Threat Intelligence, Incident Response, Malware, TDR

Coalition sheds more light on Hikit threat, Axiom spy group

In a new report, a coalition of major tech and security firms detailed the tools and tactics used by a cyberespionage group, called “Axiom.”

The threat actor – known for using a long list of malware, such as PlugX, Gh0st Rat and the infamous remote access trojan (RAT) Poison Ivy – also strategically deploys a backdoor trojan, called Hikit, on targeted organizations' machines worldwide to maintain access to victims, which include academic institutions in the U.S., and Asian and Western government agencies responsible for law enforcement, auditing and internal affairs, and space and aerospace research.

Energy firms, pharmaceutical companies, telecommunications firms and software and electronics manufacturers are also among those targeted by Axiom, the coalition, led by advanced analytics firm Novetta, revealed.

The 47-page report (PDF), released Tuesday, explained that Axiom targets “pro-democracy non-governmental organizations (NGO) and other groups and individuals that would be perceived as a potential threat to the stability of the Chinese state.”

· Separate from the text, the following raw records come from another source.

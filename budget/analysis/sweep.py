"""Uncertainty sweep: the distribution of the circuit's infidelity when the model's values are
uncertain, how it moves over hours of drift, and which value's uncertainty matters most.

    >>> from budget.analysis.sweep import sweep                         # doctest: +SKIP
    >>> r = sweep("circuits/echo_xy4.qasm", "lab_uncertain.toml", samples=2000, hours=8, target=1e-2)
    >>> r.median, r.q05, r.q95, r.p_meet_target

Method (docs/methods.md, sweeps):

- **Monte Carlo.** Sample k draws every varied value (:mod:`budget.analysis.uncertainty`) from
  rng([seed, k]) and runs the engine's brief path on the drawn model. Mean, standard deviation,
  median, 5 % and 95 % quantiles and P(infidelity <= target) are read from the samples; the mean
  carries its Monte Carlo standard error std/√n.
- **Drift.** The same samples at ``hour_points`` times from 0 to H, each drifting value moved by
  ±D·h in the sample's drawn direction.
- **Variance-based sensitivity.** Sobol indices (Sobol, Math. Comput. Simul. 55, 271 (2001)) from a
  Saltelli design (Saltelli et al., Comput. Phys. Commun. 181, 259 (2010)): two scrambled Sobol'
  point sets A and B and, per uncertain value i, A with column i from B; n·(d+2) evaluations for
  base size n; estimators of ``scipy.stats.sobol_indices`` (Saltelli 2010 first order, Jansen 1999
  total order). The total index S_T,i is the share of the variance that value i takes part in;
  its 90 % bootstrap interval (seeded) states the estimator's own error.
"""

from __future__ import annotations

import math
import tomllib
from dataclasses import dataclass
from pathlib import Path
from typing import Any, Callable

import numpy as np
from scipy import stats

from budget.analysis._sweep_exec import Context, Stream, run_tasks
from budget.analysis.run import read_circuit
from budget.analysis.uncertainty import CONTEXT_SECTIONS, Varied, at_hour, draw, name_of, varied_values
from budget.circuit.gates import ALIASES
from budget.circuit.ir import StructuredCircuit
from budget.errors.model import ErrorModel, load_model
from budget.errors.params import split_names
from budget.errors.uncertain import central_values
from budget.problems import InputError

BOOTSTRAP = 200  # resamples for the Sobol indices' confidence intervals


@dataclass(frozen=True)
class Distribution:
    """Summary of sampled infidelities (and P(<= target) when a target is given)."""

    mean: float
    std: float
    median: float
    q05: float
    q95: float
    mean_stderr: float
    p_meet_target: float | None

    @classmethod
    def of(cls, values: np.ndarray, target: float | None) -> "Distribution":
        """Summary of ``values``; equal values (nothing varied) give that value and a spread of
        exactly 0, not the last-bit noise of a floating-point mean and standard deviation."""
        v = np.asarray(values, float)
        if v.size and np.all(v == v[0]):
            x = float(v[0])
            return cls(x, 0.0, x, x, x, 0.0, None if target is None else float(x <= target))
        std = float(v.std(ddof=1)) if v.size > 1 else 0.0
        q05, med, q95 = (float(x) for x in np.quantile(v, [0.05, 0.5, 0.95]))
        p = float(np.mean(v <= target)) if target is not None else None
        return cls(float(v.mean()), std, med, q05, q95, std / math.sqrt(v.size), p)


@dataclass(frozen=True)
class Contribution:
    """One uncertain value's Sobol indices: total order (``index``) with its 90 % bootstrap
    interval (``index_low``, ``index_high``; the estimator's own Monte Carlo error), and first order."""

    knob: str
    site: str
    index: float
    first_order: float
    index_low: float | None = None
    index_high: float | None = None


@dataclass(frozen=True)
class SweepResult:
    """What ``budget sweep`` reports. ``hours``: (hour, Distribution) pairs, hour 0 first."""

    source: str
    samples: int
    target: float | None
    now: Distribution
    hours: tuple[tuple[float, Distribution], ...]
    contributions: tuple[Contribution, ...]
    varied: tuple[Varied, ...]
    sobol_base: int
    unused: tuple[str, ...] = ()  # uncertain values of gates or qubits the circuit does not have (not drawn)
    metric: str = "process"

    def to_dict(self) -> dict:
        """The documented JSON (docs/json-schema.md, ``budget sweep``)."""
        d = self.now
        return {
            "metric": self.metric,
            "samples": self.samples,
            "infidelity": {"mean": d.mean, "std": d.std, "median": d.median, "q05": d.q05, "q95": d.q95},
            "p_meet_target": d.p_meet_target,
            "contributions": [{"knob": c.knob, "site": c.site, "index": c.index} for c in self.contributions],
            "hours": [{"hour": h, "mean": x.mean, "median": x.median, "q05": x.q05, "q95": x.q95,
                       "p_meet_target": x.p_meet_target} for h, x in self.hours],
        }


def sweep(circuit: Any, errors: Any, *, samples: int = 2000, hours: float = 0.0, hour_points: int = 5,
          target: float | None = None, seed: int = 1, cycles: int = 1, metric: str = "process", engine: str = "auto",
          sobol_base: int = 64, out: Any = None, workers: int | None = None, scheduler: Any = None,
          progress: Callable[[int, int], None] | None = None) -> SweepResult:
    """Run an uncertainty sweep (see the module docstring).

    Args:
        circuit, errors: as for :func:`budget.analysis.run.analyze` (errors: a path or a dict).
        samples: Monte Carlo samples, >= 2. hours: drift horizon H (0: no drift curve).
        hour_points: times from 0 to H (>= 2 when hours > 0). target: infidelity E for P(<= E).
        sobol_base: Saltelli base size n, a power of 2 (0: no sensitivity indices).
        out: JSON-lines file the results stream to; an existing file of the same sweep is resumed.
        workers: local processes (default: all cores; 1 = this process). scheduler: Dask
            (``"local"``, an address, or a ``distributed.Client``); overrides ``workers``.
        progress: ``progress(done, total)`` callback.
    """
    if isinstance(samples, bool) or not isinstance(samples, int) or samples < 2:
        raise InputError(f"samples = {samples!r}: expected a whole number >= 2")
    if not (isinstance(hours, (int, float)) and math.isfinite(hours) and hours >= 0):
        raise InputError(f"hours = {hours!r}: expected a number of hours >= 0")
    if hours > 0 and hour_points < 2:
        raise InputError(f"hour_points = {hour_points!r}: expected at least 2 times (0 and H)")
    if target is not None and not 0 < target < 1:
        raise InputError(f"target = {target!r}: expected an infidelity between 0 and 1")
    if sobol_base and (sobol_base < 2 or sobol_base & (sobol_base - 1)):
        raise InputError(f"sobol_base = {sobol_base!r}: expected 0 or a power of 2 (Sobol' points come in 2^m)")
    raw, model = _raw_model(errors)
    plain, _ = central_values(raw, model.source)
    structured = read_circuit(circuit).with_cycles(cycles)
    every = varied_values(model, plain)
    use = [used_by(v.path, structured) for v in every]
    varied = tuple(v for v, u in zip(every, use) if u)
    unused = tuple(f"{v.knob}@{v.site}" for v, u in zip(every, use) if not u)
    context = Context(structured, plain, tuple(v.path for v in varied), metric, engine, model.source)
    times = tuple(float(h) for h in np.linspace(0.0, hours, hour_points)) if hours > 0 else (0.0,)
    draws = [draw(varied, seed, k) for k in range(samples)]
    tasks = [(("mc", k, t), list(at_hour(varied, v, s, h))) for t, h in enumerate(times) for k, (v, s) in enumerate(draws)]
    random = [i for i, v in enumerate(varied) if v.spread.random]
    n_sobol = sobol_base if len(random) > 1 else 0  # one uncertain value: S = S_T = 1, no design needed
    tasks += _saltelli_tasks(varied, random, n_sobol, seed)
    header = {"circuit": structured.source, "model": model.source, "seed": seed, "samples": samples,
              "hours": times, "sobol_base": n_sobol, "cycles": cycles, "metric": metric, "engine": engine,
              "varied": [f"{v.knob}@{v.site}" for v in varied]}
    header["hours"] = list(times)  # JSON has lists, not tuples: compare like with like on resume
    stream = Stream(out, header)
    try:
        run_tasks(context, tasks, stream, workers=workers, scheduler=scheduler, progress=progress)
    finally:
        stream.close()
    res = stream.done
    beyond = sum(1 for v in res.values() if math.isnan(v))
    if beyond:
        raise InputError(f"{beyond} of {len(res)} drawn models are beyond the first-order range of the "
                         f"{engine if engine != 'auto' else 'chosen'} engine, which gives no value for them (as "
                         "`budget analyze` shows); use --engine exact where it fits, or fewer cycles")
    dists = tuple((h, Distribution.of(np.array([res[("mc", k, t)] for k in range(samples)]), target))
                  for t, h in enumerate(times))
    contributions = _sobol(res, varied, random, n_sobol, seed) if n_sobol else ()
    if len(random) == 1 and sobol_base and dists[0][1].std > 0:
        v = varied[random[0]]
        contributions = (Contribution(v.knob, v.site, 1.0, 1.0),)
    return SweepResult(structured.source, samples, target, dists[0][1], dists if hours > 0 else (), contributions,
                       varied, n_sobol, unused, metric)


def used_by(path: tuple[str, ...], circuit: StructuredCircuit) -> bool:
    """Whether the circuit uses a model value: a qubit value of a qubit it has (defaults always), a
    gate value of a gate it applies (on the named qubits, either order, for a per-qubit table).
    Drawing values nothing uses would only thin the Sobol design and list knobs that cannot matter."""
    if path[0] == "qubits":
        return len(path) < 3 or path[1] in circuit.qubits
    if path[0] == "couplings":  # a pair table: both qubits on the circuit; the default: any pair
        return len(path) < 3 or set(split_names(path[1])) <= set(circuit.qubits)
    if path[0] in CONTEXT_SECTIONS:  # whether a crosstalk, bleed or context rule fires depends on the layers
        return True
    gate = ALIASES.get(path[1], path[1])
    knob, site = name_of(path)
    for op in circuit.distinct_operations():
        if op.gate == gate and (site == "all" or set(split_names(site)) == {circuit.qubits[q] for q in op.qubits}):
            return True
    return False


def _raw_model(errors: Any) -> tuple[dict, Any]:
    """The model as a dict with its uncertainty tables kept (for drawing), and the validated model."""
    if isinstance(errors, dict):
        return errors, ErrorModel.from_dict(errors)
    model = load_model(errors)  # every rule checked first, with the loader's messages
    return tomllib.loads(Path(errors).read_text(encoding="utf-8")), model


def _saltelli_tasks(varied: tuple[Varied, ...], random: list[int], n: int, seed: int) -> list:
    """Tasks of the Saltelli design: A (n rows), B (n rows), then AB_i for each uncertain value i."""
    if not n:
        return []
    d = len(random)
    u = stats.qmc.Sobol(d=2 * d, scramble=True, seed=seed).random(n)
    u = np.clip(u, 1e-12, 1 - 1e-12)
    a, b = u[:, :d], u[:, d:]
    base = np.array([v.spread.center for v in varied], float)

    def row(q: np.ndarray) -> list[float]:
        x = base.copy()
        for j, i in enumerate(random):
            x[i] = varied[i].spread.ppf(q[j])
        return list(x)

    tasks = [(("sobol", "A", j), row(a[j])) for j in range(n)] + [(("sobol", "B", j), row(b[j])) for j in range(n)]
    for i in range(d):
        ab = a.copy()
        ab[:, i] = b[:, i]
        tasks += [(("sobol", f"AB{i}", j), row(ab[j])) for j in range(n)]
    return tasks


def _sobol(res: dict, varied: tuple[Varied, ...], random: list[int], n: int, seed: int) -> tuple[Contribution, ...]:
    f_a = np.array([[res[("sobol", "A", j)] for j in range(n)]])
    f_b = np.array([[res[("sobol", "B", j)] for j in range(n)]])
    f_ab = np.array([[[res[("sobol", f"AB{i}", j)] for j in range(n)]] for i in range(len(random))])
    if np.var(np.concatenate([f_a, f_b], axis=1)) == 0:
        return tuple(Contribution(varied[i].knob, varied[i].site, 0.0, 0.0) for i in random)
    idx = stats.sobol_indices(func={"f_A": f_a, "f_B": f_b, "f_AB": f_ab}, n=n)
    first, total = np.atleast_2d(idx.first_order), np.atleast_2d(idx.total_order)

    def total_of(rows: np.ndarray) -> np.ndarray:  # the same estimator on resampled rows of the design
        r = stats.sobol_indices(func={"f_A": f_a[:, rows], "f_B": f_b[:, rows], "f_AB": f_ab[..., rows]}, n=n)
        return np.atleast_2d(r.total_order)[0]

    # seeded percentile bootstrap (SobolResult.bootstrap draws unseeded numbers)
    ci = stats.bootstrap((np.arange(n),), total_of, vectorized=False, n_resamples=BOOTSTRAP, confidence_level=0.9,
                         method="percentile", rng=np.random.default_rng(seed)).confidence_interval
    low, high = np.atleast_2d(ci.low), np.atleast_2d(ci.high)
    out = [Contribution(varied[i].knob, varied[i].site, float(total[0, j]), float(first[0, j]),
                        float(low[0, j]), float(high[0, j]))
           for j, i in enumerate(random)]
    return tuple(sorted(out, key=lambda c: -c.index))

The malicious activity of Axiom, a Chinese state-sponsored group, appears to be that of a “well resourced, disciplined, and sophisticated subgroup of a larger cyberespionage group that has been directing operations unfettered for over six years,” the report revealed.

Once Hikit is dispatched, the report continued, it is a sure indication for organizations that attackers have held long term access to their network – and intend to maintain their foothold.

Andre Ludwig, senior technical director at Novetta, told in a Tuesday interview that Hikit is often used for reconnaissance that verifies whether attackers' previous findings “are still relevant.”

“[Hikit] has technical capabilities that are rather sophisticated, but the telling part of seeing Hikit on the network, is that it has been employed where the attacker has tremendous [access], such admin credentials, other user account credentials, and multiple other types of malware deployed within the network,” Ludwig said.

“This would suggest that they are very comfortable in that environment and are masters of their domain, so to speak,” he added later.

Ludwig noted that the coalition (which includes major players like Microsoft, Cisco, FireEye, Symantec and iSIGHT Partners) uncovered a new malware family, called “Zox,” through its remediation efforts.

Other noteworthy findings in the report were that tactics, techniques and procedures (TTPs) used by Axiom were used in other high-profile attacks, like Operation Deputy Dog, Operation Ephemeral Hydra and Operation Snowman. In all of those campaigns, attackers used watering hole attacks (where trusted or legitimate websites frequented by targets are compromised) as an infection vector.

The VOHO campaign, uncovered in 2012 by RSA, was also noted in the paper as exhibiting similar TTPs. In that campaign, watering hole attacks resulted in around 32,000 individual hosts worldwide visiting attack sites.

In his interview with, Ludwig advised organizations to employ Microsoft's freely available Malicious Software Removal Tool (MSRT), which detects Hikit and a number of other tools used by Axiom. Furthermore, entities should be vigilant in keeping their machines patched, as well as AV signatures updated, he added.

In the report, companies collaborated to publish Yara signatures and Malware hashes linked to Axiom's malicious toolset.